→ Study material
◇ ◇ ◇

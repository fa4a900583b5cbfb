"""The lens outline (boxing system) as points about the box centre.

Conventions: radii at equal angle steps, the first at 0°, counter-clockwise, of
the right lens seen from the front, about its box centre; the left lens is the
mirror image. Boxing terms (A, B, DBL, ED) as in ISO 8624.
"""
from __future__ import annotations

import math
from typing import NamedTuple, Sequence

import numpy as np


class Extent(NamedTuple):
    """Width and height of the outline's box and twice its longest radius (mm)."""

    width_mm: float
    height_mm: float
    effective_diameter_mm: float


def unit_circle(count: int) -> tuple[np.ndarray, np.ndarray]:
    """cos θ and sin θ of ``count`` equal angle steps from 0°, counter-clockwise: the directions of an outline of
    ``count`` radii.

    Examples
    --------
    >>> [c.round(6).tolist() for c in unit_circle(4)]
    [[1.0, 0.0, -1.0, -0.0], [0.0, 1.0, 0.0, -1.0]]
    """
    angles = np.arange(count) * (2.0 * math.pi / count)
    return np.cos(angles), np.sin(angles)


def outline_points(radii_mm: Sequence[float], eye: str = "right") -> np.ndarray:
    """The outline as an (N, 2) array of x, y in mm about the box centre, seen from the front.

    x points to the observer's right, y up. The left lens mirrors the right about
    the vertical.

    Examples
    --------
    >>> outline_points([20.0] * 4).round(6).tolist()
    [[20.0, 0.0], [0.0, 20.0], [-20.0, 0.0], [-0.0, -20.0]]
    """
    radii = np.asarray(radii_mm, dtype=float)
    cosines, sines = unit_circle(radii.size)
    x = radii * cosines
    if eye == "left":
        x = -x
    return np.column_stack((x, radii * sines))


def outline_extent(radii_mm: Sequence[float]) -> Extent:
    """The box (A, B) and the ED of an outline given as radii about its box centre.

    Notes
    -----
    Sampled at the given radii only; with 36 or more radii the box is within a
    few hundredths of a millimetre of the continuous outline's for usual shapes.

    Examples
    --------
    >>> outline_extent([25.0] * 360).width_mm
    50.0
    """
    radii = np.asarray(radii_mm, dtype=float)
    cosines, sines = unit_circle(radii.size)
    # The points of outline_points, by coordinate (argmax/argmin: numpy's quick path to an extreme).
    x, y = radii * cosines, radii * sines
    width = float(x[x.argmax()] - x[x.argmin()])
    height = float(y[y.argmax()] - y[y.argmin()])
    return Extent(width, height, 2.0 * float(radii[radii.argmax()]))


# --------------------------------------------------------------------------
# The modelled outline, when the order sends none
# --------------------------------------------------------------------------

#: Radii of a modelled outline: one a degree, the first at 0°.
MODEL_RADII_COUNT = 360
#: Their directions (cos θ, sin θ of :func:`unit_circle`), the same for every modelled outline: constants of the
#: model like the count itself, worked out once (read-only arrays).
MODEL_DIRECTIONS = unit_circle(MODEL_RADII_COUNT)
MODEL_DIRECTIONS[0].flags.writeable = MODEL_DIRECTIONS[1].flags.writeable = False
#: The superellipse exponent used when the order gives no effective diameter.
DEFAULT_EXPONENT = 4.0
#: Exponent limits: 2 is the ellipse; 60 is all but the box rectangle.
_EXPONENT_RANGE = (2.0, 60.0)


class ModelledOutline(NamedTuple):
    """A modelled outline: the radii (mm, a read-only array) at equal steps from 0°, the superellipse exponent used,
    and the radii's directions (cos θ, sin θ: :func:`unit_circle`), for work on its points."""

    radii_mm: np.ndarray
    exponent: float
    directions: tuple[np.ndarray, np.ndarray]


def superellipse_radii(half_width_mm: float, half_height_mm: float, exponent: float,
                       count: int = MODEL_RADII_COUNT,
                       directions: tuple[np.ndarray, np.ndarray] | None = None) -> np.ndarray:
    """Radii (mm) of the superellipse ``|x/a|^m + |y/b|^m = 1`` at ``count`` equal angle steps from 0°.

    Parameters
    ----------
    half_width_mm, half_height_mm : float
        a = A/2 and b = B/2, mm.
    exponent : float
        m ≥ 2: 2 is the ellipse; larger values square the corners toward the box.
    count : int
        Number of radii, the first at 0°, counter-clockwise.
    directions : (ndarray, ndarray) or None
        ``unit_circle(count)`` when the caller has it already.

    Returns
    -------
    ndarray
        ``r(θ) = (|cos θ / a|^m + |sin θ / b|^m)^(−1/m)``.

    References
    ----------
    Lamé's superellipse (Lamé curve), as in any handbook of plane curves.

    Examples
    --------
    >>> superellipse_radii(26.0, 19.0, 2.0, 4).round(6).tolist()
    [26.0, 19.0, 26.0, 19.0]
    """
    cosines, sines = unit_circle(count) if directions is None else directions
    with np.errstate(divide="ignore"):
        inverse = (np.abs(cosines / half_width_mm) ** exponent
                   + np.abs(sines / half_height_mm) ** exponent)
    return inverse ** (-1.0 / exponent)


def longest_radius(half_width_mm: float, half_height_mm: float, exponent: float) -> float:
    """The longest radius of the superellipse |x/a|^m + |y/b|^m = 1 from its centre (mm), in closed form.

    Notes
    -----
    For m > 2 the farthest point is where the curve's normal points at the centre: with L the longer and S
    the shorter semi-axis, Lagrange's condition on x² + y² gives its short-axis coordinate over its long-axis
    one as v = (S/L)^(m/(m−2)); scaled onto the curve, the long-axis coordinate is
    L (1 + q^m)^(−1/m) with q = (S/L)^(2/(m−2)), and the radius is that times √(1 + v²). The axis ends are
    the nearest points for m > 2 (the curve is flatter there than the circle through them). For m = 2, the
    ellipse, it is L. Both powers of S/L ≤ 1 stay in range for every m > 2 (they fall to 0 as m → 2).

    Examples
    --------
    A square's superellipse reaches its diagonal at x = y = a·2^(−1/m):

    >>> round(longest_radius(20.0, 20.0, 4.0), 9) == round(20.0 * 2 ** 0.25, 9)
    True
    >>> longest_radius(26.0, 19.0, 2.0)
    26.0
    """
    longer, shorter = max(half_width_mm, half_height_mm), min(half_width_mm, half_height_mm)
    if exponent <= 2.0:
        return longer
    ratio = shorter / longer
    v = ratio ** (exponent / (exponent - 2.0))
    q = ratio ** (2.0 / (exponent - 2.0))
    return longer * (1.0 + q ** exponent) ** (-1.0 / exponent) * math.sqrt(1.0 + v * v)


def fitted_exponent(box_width_mm: float, box_height_mm: float, effective_diameter_mm: float) -> float:
    """The superellipse exponent whose longest radius is half the effective diameter.

    Parameters
    ----------
    box_width_mm, box_height_mm : float
        Boxing A and B, mm.
    effective_diameter_mm : float
        ED, mm: twice the longest radius from the box centre.

    Returns
    -------
    float
        m in [2, 60]. An ED no larger than the box's longer side gives the
        ellipse (m = 2); an ED at or beyond the box diagonal gives m = 60, all
        but the rectangle.

    Notes
    -----
    The superellipse grows with m (its ℓᵐ unit ball contains the smaller m's),
    so the longest radius rises monotonically and bisection finds m.

    References
    ----------
    Lamé's superellipse; boxing terms as in ISO 8624.

    Examples
    --------
    >>> round(fitted_exponent(52.0, 38.0, 52.0), 6)
    2.0
    """
    a, b = box_width_mm / 2.0, box_height_mm / 2.0
    target = effective_diameter_mm / 2.0
    low, high = _EXPONENT_RANGE
    if target <= longest_radius(a, b, low):
        return low
    if target >= longest_radius(a, b, high):
        return high
    for _ in range(60):
        middle = 0.5 * (low + high)
        if longest_radius(a, b, middle) < target:
            low = middle
        else:
            high = middle
    return 0.5 * (low + high)


def modelled_outline(box_width_mm: float, box_height_mm: float,
                     effective_diameter_mm: float | None = None,
                     exponent_without_ed: float = DEFAULT_EXPONENT) -> ModelledOutline:
    """The outline modelled from the box sizes and the effective diameter, for an order without ``outline_mm``.

    Parameters
    ----------
    box_width_mm, box_height_mm : float
        Boxing A and B, mm.
    effective_diameter_mm : float or None
        ED, mm. When given, the superellipse exponent is fitted so that twice
        the longest radius equals it (:func:`fitted_exponent`).
    exponent_without_ed : float
        The exponent used when the order gives no ED.

    Returns
    -------
    ModelledOutline
        360 radii about the box centre, one a degree from 0°, the exponent and
        the radii's directions.

    Notes
    -----
    A superellipse ``|x/(A/2)|^m + |y/(B/2)|^m = 1`` touches the box at the
    middle of each side, so its box is exactly A × B; the exponent sets how
    square the corners are, which is what ED measures. It is symmetric about
    both axes, so it is the same for the right and the left lens. Without an
    ED the exponent is 4 by default, a modelling choice: for a 52 × 38 mm box
    it gives an ED of 55.4 mm, A + 3.4 mm, as usual frame shapes run a few
    millimetres over A (common practice, from memory).

    References
    ----------
    Lamé's superellipse; boxing system (A, B, ED) as in ISO 8624.

    Examples
    --------
    >>> shape = modelled_outline(52.0, 38.0, 56.0)
    >>> round(2 * float(shape.radii_mm.max()), 2), round(outline_extent(shape.radii_mm).height_mm, 2)
    (56.0, 38.0)
    """
    if effective_diameter_mm is None:
        exponent = exponent_without_ed
    else:
        exponent = fitted_exponent(box_width_mm, box_height_mm, effective_diameter_mm)
    radii = superellipse_radii(box_width_mm / 2.0, box_height_mm / 2.0, exponent, MODEL_RADII_COUNT,
                               MODEL_DIRECTIONS)
    radii.flags.writeable = False
    return ModelledOutline(radii, exponent, MODEL_DIRECTIONS)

◇ ◇ ◇

→ Instructions for the task
Beginning at the line above with "Lamé's superellipse (Lamé" and finishing at the line with "return inverse ** (-1.0 / exponent)", return each line exactly and return nothing else.

→ Your response
    Lamé's superellipse (Lamé curve), as in any handbook of plane curves.

    Examples
    --------
    >>> superellipse_radii(26.0, 19.0, 2.0, 4).round(6).tolist()
    [26.0, 19.0, 26.0, 19.0]
    """
    cosines, sines = unit_circle(count) if directions is None else directions
    with np.errstate(divide="ignore"):
        inverse = (np.abs(cosines / half_width_mm) ** exponent
                   + np.abs(sines / half_height_mm) ** exponent)
    return inverse ** (-1.0 / exponent)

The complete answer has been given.